**What you have to do**
Search the data for "mayUse". Return each matching line.

Top of Information

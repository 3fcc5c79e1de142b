import request from "supertest";
import { afterAll, beforeAll, describe, expect, it } from "vitest";
import { type Action, permissions } from "../../src/domain/permissions";
import { pageAction, pageActions } from "../../src/server/http/page-actions";
import { keptIds } from "../fixtures/kept";
import { endpointWalk, pageWalk } from "../fixtures/walk-table";
import {
  expectedOutcome,
  freshCookie,
  newContact,
  newKeptOf,
  type Objects,
  outcomeOf,
  startWalk,
  type Walker,
} from "../fixtures/walkers";
import { startTestApp, type TestApp } from "../support/test-app";

type Method = "get" | "post" | "put" | "patch" | "delete";

const methods = ["GET", "POST", "PUT", "PATCH", "DELETE"];
const addressOf = (file: string) =>
  file
    .replace(/^.*\/src\/pages/, "")
    .replace(/\.(ts|astro)$/, "")
    .replace(/\/index$/, "") || "/";
const partsOf = (address: string) => [...address.matchAll(/\[(\w+)\]/g)].map(([, part = ""]) => part);
const pathOf = (address: string, objects: Objects) =>
  address.replace(/\[(\w+)\]/g, (_, part: keyof Objects) => objects[part]);

/** What the endpoint files export, such as "GET /api/health" with its action; null where it states none. */
const endpoints = new Map<string, Action | null>();
const endpointFiles = import.meta.glob<Record<string, unknown>>("../../src/pages/api/**/*.ts", {
  eager: true,
});
for (const [file, exported] of Object.entries(endpointFiles))
  for (const [name, route] of Object.entries(exported))
    if (methods.includes(name) || typeof route === "function") {
      const { definition } = route as { definition?: { action: Action } };
      endpoints.set(`${name} ${addressOf(file)}`, definition?.action ?? null);
    }
// Files whose name starts with "_" are no pages.
const pages = Object.keys(import.meta.glob(["../../src/pages/**/*.astro", "!**/_*"])).map(addressOf);

let app: TestApp;
let walk: Awaited<ReturnType<typeof startWalk>>;
let asked = 0;

beforeAll(async () => {
  app = await startTestApp();
  walk = await startWalk();
});
afterAll(() => app.close());

async function ask(walker: Walker, method: Method, path: string, body?: Record<string, unknown>) {
  asked += 1;
  const client = request(app.server);
  const test = client[method](path)
    .set("Cookie", await freshCookie(walker))
    .set("Origin", app.origin)
    .set("X-Forwarded-For", `198.51.${String(asked >> 8)}.${String(asked & 255)}`);
  return method === "get" ? test : test.send(body ?? {});
}

/** Objects to name in `address`; those that a walk may have removed are new. */
async function objectsFor(address: string): Promise<Objects> {
  const { objects, planner, keeper } = walk;
  const kept = await newKeptOf(
    keeper,
    keptIds.filter((id) => address.includes(`[${id}]`)),
  );
  const contact = address.includes("[contactId]") && {
    contactId: await newContact(planner, objects.siteId),
  };
  return { ...objects, ...kept, ...contact };
}

describe("the walk's table", () => {
  it("has a row for every endpoint and no other", () => {
    expect([...endpoints.keys()].sort()).toEqual(Object.keys(endpointWalk).sort());
  });

  it("has a row for every page, each of which states its action, and no other", () => {
    expect([...pages].sort()).toEqual(Object.keys(pageWalk).sort());
    expect(Object.keys(pageActions).sort()).toEqual(pages.map((page) => page.toLowerCase()).sort());
  });

  it("says the same as the permission table", () => {
    const stated = Object.entries(endpointWalk).map(([endpoint, { by }]) => [endpoint, by]);
    const meant = [...endpoints].map(([endpoint, action]) => [endpoint, action && permissions[action].allow]);
    expect(Object.fromEntries(meant)).toEqual(Object.fromEntries(stated));
    for (const [page, by] of Object.entries(pageWalk)) {
      const action = pageAction(page);
      expect([page, action && permissions[action].allow]).toEqual([page, by]);
    }
  });
});

const endpointRows = Object.entries(endpointWalk).map(([endpoint, { by, body }]) => {
  const [name = "", address = ""] = endpoint.split(" ");
  const parts = partsOf(address) as (keyof Objects)[];
  return { title: endpoint, method: name.toLowerCase() as Method, address, parts, by, body };
});
/** Named in full, which vitest does for strings alone. */
const titled = <T extends { title: string }>(rows: readonly T[]) =>
  rows.map((row) => [row.title, row] as const);
const withObject = endpointRows.filter(({ parts }) => parts.length > 0);
const withParent = endpointRows.filter(({ parts }) => parts.length > 1);

describe("an endpoint", () => {
  it.each(titled(endpointRows))("%s lets through whom it must and nobody else", async (_, row) => {
    const found: Record<string, unknown> = {};
    const expected: Record<string, unknown> = {};
    for (const walker of walk.walkers) {
      const path = pathOf(row.address, await objectsFor(row.address));
      found[walker.name] = outcomeOf((await ask(walker, row.method, path, row.body)).status);
      expected[walker.name] = expectedOutcome(walker, row.by, row.parts);
    }
    expect(found).toEqual(expected);
  });

  it.each(titled(withObject))("%s answers for what is hidden as for what never was", async (_, row) => {
    const all = (value: () => string) =>
      Object.fromEntries(Object.keys(walk.objects).map((part) => [part, value()])) as Objects;
    const cannotSee = walk.walkers.filter(({ hidden }) => hidden.some((part) => row.parts.includes(part)));
    expect(cannotSee.length).toBeGreaterThan(0);
    for (const walker of cannotSee) {
      const answerFor = async (objects: Objects) =>
        (await ask(walker, row.method, pathOf(row.address, objects), row.body)).body as unknown;
      const hidden = await answerFor(walk.objects);
      expect(hidden).toMatchObject({ error: { code: "not-found" } });
      expect(await answerFor(all(() => crypto.randomUUID()))).toEqual(hidden);
      expect(await answerFor(all(() => "1"))).toEqual(hidden);
    }
  });

  it.each(titled(withParent))("%s finds no child under the wrong parent", async (_, row) => {
    const { objects, others } = walk;
    const mayUse = walk.walkers.filter((one) => expectedOutcome(one, row.by, row.parts) === "through");
    expect(mayUse.length).toBeGreaterThan(0);
    for (const part of row.parts)
      for (const walker of mayUse) {
        const mixed = pathOf(row.address, { ...objects, [part]: others[part] });
        const { status } = await ask(walker, row.method, mixed, row.body);
        expect([walker.name, part, status]).toEqual([walker.name, part, 404]);
      }
  });
});

const errorPages = ["/404", "/500"];
const pageRows = Object.entries(pageWalk)
  .filter(([page]) => !errorPages.includes(page))
  .map(([page, by]) => ({ title: page, by, parts: partsOf(page) as (keyof Objects)[] }));

describe("the page", () => {
  it.each(titled(pageRows))(
    "%s shows itself to whom it must and to nobody else",
    async (page, { by, parts }) => {
      const found: Record<string, unknown> = {};
      const expected: Record<string, unknown> = {};
      for (const walker of walk.walkers) {
        const path = pathOf(page, walk.objects);
        const { status, headers } = await ask(walker, "get", path);
        const outcome = expectedOutcome(walker, by, parts);
        const isSentToSignIn = headers["location"] === `/sign-in?returnTo=${encodeURIComponent(path)}`;
        found[walker.name] = isSentToSignIn ? 401 : status;
        expected[walker.name] = outcome === "through" ? 200 : outcome;
      }
      expect(found).toEqual(expected);
    },
  );

  const childPages = pageRows.filter(({ parts }) => parts.length > 1);
  it.each(titled(childPages))("%s is not there under the wrong parent", async (page, { by, parts }) => {
    const { objects, others, walkers } = walk;
    for (const walker of walkers.filter((one) => expectedOutcome(one, by, parts) === "through")) {
      const { status } = await ask(walker, "get", pathOf(page, { ...objects, planId: others.planId }));
      expect([walker.name, status]).toEqual([walker.name, 404]);
    }
  });
});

Bottom of Information

**Written solution**
    const mayUse = walk.walkers.filter((one) => expectedOutcome(one, row.by, row.parts) === "through");
    expect(mayUse.length).toBeGreaterThan(0);
      for (const walker of mayUse) {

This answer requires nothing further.